## Exercise goal:
This task calls for copying every line in the data below that contains the word "once".

(Data to process)

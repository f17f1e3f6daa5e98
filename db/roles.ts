/**
 * The two database roles: the owner, who migrates, and the application's role, which may read and write rows but owns nothing and is
 * held by row-level security. The application's password is derived from the owner's, so that every host given the same DATABASE_URL
 * can log in without another secret being carried about.
 */
import { createHmac } from 'node:crypto';

export const APP_ROLE = 'tillwater_web';

/** Password of the application's role for a server reached with `ownerUrl`. */
export function appRolePassword(ownerUrl: string): string {
  return createHmac('sha256', decodeURIComponent(new URL(ownerUrl).password) || 'no password')
    .update(APP_ROLE)
    .digest('base64url');
}

/** Address of the application's role on the same server and database. */
export function appRoleUrl(ownerUrl: string): string {
  const url = new URL(ownerUrl);
  url.username = APP_ROLE;
  url.password = appRolePassword(ownerUrl);
  return url.toString();
}
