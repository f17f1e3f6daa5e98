/** What every browser test shares: people signed in, a watch on the console, the API as the second opinion, screens kept, accessibility. */
import AxeBuilder from '@axe-core/playwright';
import {
  type APIRequestContext,
  test as base,
  type ConsoleMessage,
  expect,
  type Locator,
  type Page,
  type Response,
} from '@playwright/test';
import type { RunAnswer } from '../lib/http/contract/run.ts';

export { expect };

export type Role = 'manager' | 'operator' | 'regulator' | 'grower';
type StorageState = Awaited<ReturnType<APIRequestContext['storageState']>>;

export const DESKTOP = { width: 1440, height: 900 } as const;
export const PHONE = { width: 390, height: 844 } as const;

function fromEnvironment(name: string): string {
  const value = process.env[name];
  if (!value) throw new Error(`${name} is not set: "npm run test:e2e" starts a service and sets it`);
  return value;
}

export const demoPassword = (): string => fromEnvironment('TILLWATER_DEMO_PASSWORD');
export const emailOf = (role: Role): string => `${role}@arrowmere.example`;

/** Everything a page says went wrong. */
export interface ConsoleWatch {
  /** Lets one kind of refusal through: a test that provokes it names it. */
  allow(pattern: RegExp): void;
  faults(): string[];
}

/** Collects console errors, uncaught errors, failed requests and answers from 400 on. */
export function watchConsole(page: Page): ConsoleWatch {
  const seen: string[] = [];
  const allowed: RegExp[] = [];
  page.on('console', (message: ConsoleMessage) => {
    // the browser's own line about a refused request says no more than the answer below
    if (message.type() === 'error' && !message.text().startsWith('Failed to load resource')) seen.push(`console: ${message.text()}`);
  });
  page.on('pageerror', (error) => seen.push(`uncaught: ${error.message}`));
  page.on('requestfailed', (request) => {
    const why = request.failure()?.errorText ?? '';
    // leaving a page ends its requests, and a download ends its navigation
    if (why !== 'net::ERR_ABORTED') seen.push(`request: ${request.method()} ${request.url()} ${why}`);
  });
  page.on('response', (response: Response) => {
    if (response.status() >= 400) seen.push(`answer: ${response.status()} ${response.request().method()} ${response.url()}`);
  });
  return {
    allow: (pattern) => void allowed.push(pattern),
    faults: () => seen.filter((fault) => !allowed.some((pattern) => pattern.test(fault))),
  };
}

/** The HTTP interface with the demo's write token: the numbers that screens are held against. */
export interface Api {
  readonly request: APIRequestContext;
  get<Answer>(path: string): Promise<Answer>;
  /** the run that the screens show without being asked: of the newest season, or of the one named */
  standing(season?: string): Promise<RunAnswer>;
  /** starts a run and waits until it is over */
  compute(season: string, settings?: Readonly<Record<string, unknown>>): Promise<RunAnswer>;
  /** waits until a run is over */
  finished(id: string): Promise<RunAnswer>;
}

function apiOver(request: APIRequestContext): Api {
  const get = async <Answer>(path: string): Promise<Answer> => {
    // a kept connection may be closed by the other end just as it is used again; reading is safe to repeat
    const response = await request.get(path, { maxRetries: 2 });
    expect(response.status(), `GET ${path}: ${response.ok() ? '' : await response.text()}`).toBe(200);
    return (await response.json()) as Answer;
  };
  const finished = async (id: string) => {
    const over = ['done', 'failed', 'cancelled'];
    await expect.poll(async () => over.includes((await get<RunAnswer>(`/api/v1/runs/${id}`)).state), { timeout: 90_000 }).toBe(true);
    return get<RunAnswer>(`/api/v1/runs/${id}`);
  };
  return {
    request,
    get,
    finished,
    standing: async (season) => {
      const { items } = await get<{ items: RunAnswer[] }>('/api/v1/runs');
      const standing = items.filter((run) => run.standing && (season === undefined || run.season === season));
      expect(standing.length, 'a standing run').toBeGreaterThan(0);
      return standing.reduce((a, b) => (b.start_date > a.start_date ? b : a));
    },
    compute: async (season, settings = {}) => {
      const response = await request.post('/api/v1/runs', { data: { season, settings } });
      expect(response.ok(), await response.text()).toBe(true);
      return finished(((await response.json()) as RunAnswer).id);
    },
  };
}

interface TestFixtures {
  /** whose session the page has; null: nobody's */
  signedInAs: Role | null;
  watch: ConsoleWatch;
}
interface WorkerFixtures {
  sessions: (role: Role) => Promise<StorageState>;
  api: Api;
}

/** Playwright's test with a signed-in page (the manager unless the test says otherwise) that must stay free of faults. */
export const test = base.extend<TestFixtures, WorkerFixtures>({
  actionTimeout: 20_000,
  signedInAs: ['manager', { option: true }],
  sessions: [
    async ({ playwright }, provide, { project }) => {
      const made = new Map<Role, StorageState>();
      await provide(async (role) => {
        const known = made.get(role);
        if (known) return known;
        const request = await playwright.request.newContext({ baseURL: project.use.baseURL });
        const response = await request.post('/api/v1/sign-in', { data: { email: emailOf(role), password: demoPassword() } });
        expect(response.ok(), `sign-in of the ${role}: ${await response.text()}`).toBe(true);
        const state = await request.storageState();
        await request.dispose();
        made.set(role, state);
        return state;
      });
    },
    { scope: 'worker' },
  ],
  api: [
    async ({ playwright }, provide, { project }) => {
      const token = fromEnvironment('TILLWATER_DEMO_TOKEN');
      const request = await playwright.request.newContext({
        baseURL: project.use.baseURL,
        extraHTTPHeaders: { authorization: `Bearer ${token}` },
      });
      await provide(apiOver(request));
      await request.dispose();
    },
    { scope: 'worker' },
  ],
  storageState: async ({ signedInAs, sessions }, provide) => {
    await provide(signedInAs ? await sessions(signedInAs) : undefined);
  },
  watch: [
    async ({ page }, provide) => {
      const watch = watchConsole(page);
      await provide(watch);
      expect(watch.faults(), 'the page reported no fault').toEqual([]);
    },
    { auto: true },
  ],
});

/** The tallest picture that is kept whole [px]. */
const TALLEST = 6000;

/** Keeps a picture of the page for people to look at; nothing is compared with it. */
export async function screen(page: Page, name: string): Promise<void> {
  const height = await page.evaluate(() => document.documentElement.scrollHeight);
  await page.screenshot({ path: `e2e/output/screens/${name}.png`, fullPage: height <= TALLEST });
}

/** Serious and critical findings of axe on the page, in words. */
export async function accessibilityFaults(page: Page): Promise<string[]> {
  const { violations } = await new AxeBuilder({ page }).analyze();
  return violations
    .filter((violation) => violation.impact === 'serious' || violation.impact === 'critical')
    .flatMap((violation) =>
      violation.nodes.map((node) => `${violation.id}: ${node.target.join(' ')}: ${node.failureSummary?.split('\n').slice(1).join(' ')}`),
    );
}

/** The demand map once its parcels are drawn. */
export async function mapDrawn(page: Page): Promise<Locator> {
  const map = page.getByTestId('demand-map');
  await expect(map).toHaveAttribute('data-ready', /^\d+$/, { timeout: 60_000 });
  return map;
}

/** The number a reader reads: digits grouped by spaces or commas, a true minus sign, whatever stands around it. NaN when there is none. */
export function numberIn(text: string): number {
  const found = /[-−]?\d[\d\s\u00a0\u202f\u2009,]*(\.\d+)?/.exec(text);
  return found ? Number(found[0].replaceAll(/[\s\u00a0\u202f\u2009,]/g, '').replace('−', '-')) : Number.NaN;
}

/** True when the number in `text` is `value` rounded to the digits that are shown. */
export function shows(text: string, value: number): boolean {
  const digits = /\.(\d+)/.exec(text)?.[1].length ?? 0;
  return Math.abs(numberIn(text) - value) <= 0.5 * 10 ** -digits + 1e-6 * Math.abs(value) + 1e-9;
}

export async function textOf(element: Locator): Promise<string> {
  return (await element.textContent()) ?? '';
}

/** Fails unless `text` is `value`, rounded to the digits it writes; a dash for missing. */
export function expectText(text: string, value: number | null, what: string): void {
  if (value === null) expect(text.trim(), what).toBe('–');
  else expect(shows(text, value), `${what}: the screen shows "${text.trim()}", the API says ${value}`).toBe(true);
}

/** The same for an element, once it is there. */
export async function expectFigure(element: Locator, value: number | null, what: string): Promise<void> {
  expectText(await textOf(element), value, what);
}

/** Sum of what is there. */
export function total<Row>(rows: readonly Row[], pick: (row: Row) => number | null): number {
  return rows.reduce((sum, row) => sum + (pick(row) ?? 0), 0);
}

(End Data to process)

## The completed task:
/** The demand map once its parcels are drawn. */
/** The same for an element, once it is there. */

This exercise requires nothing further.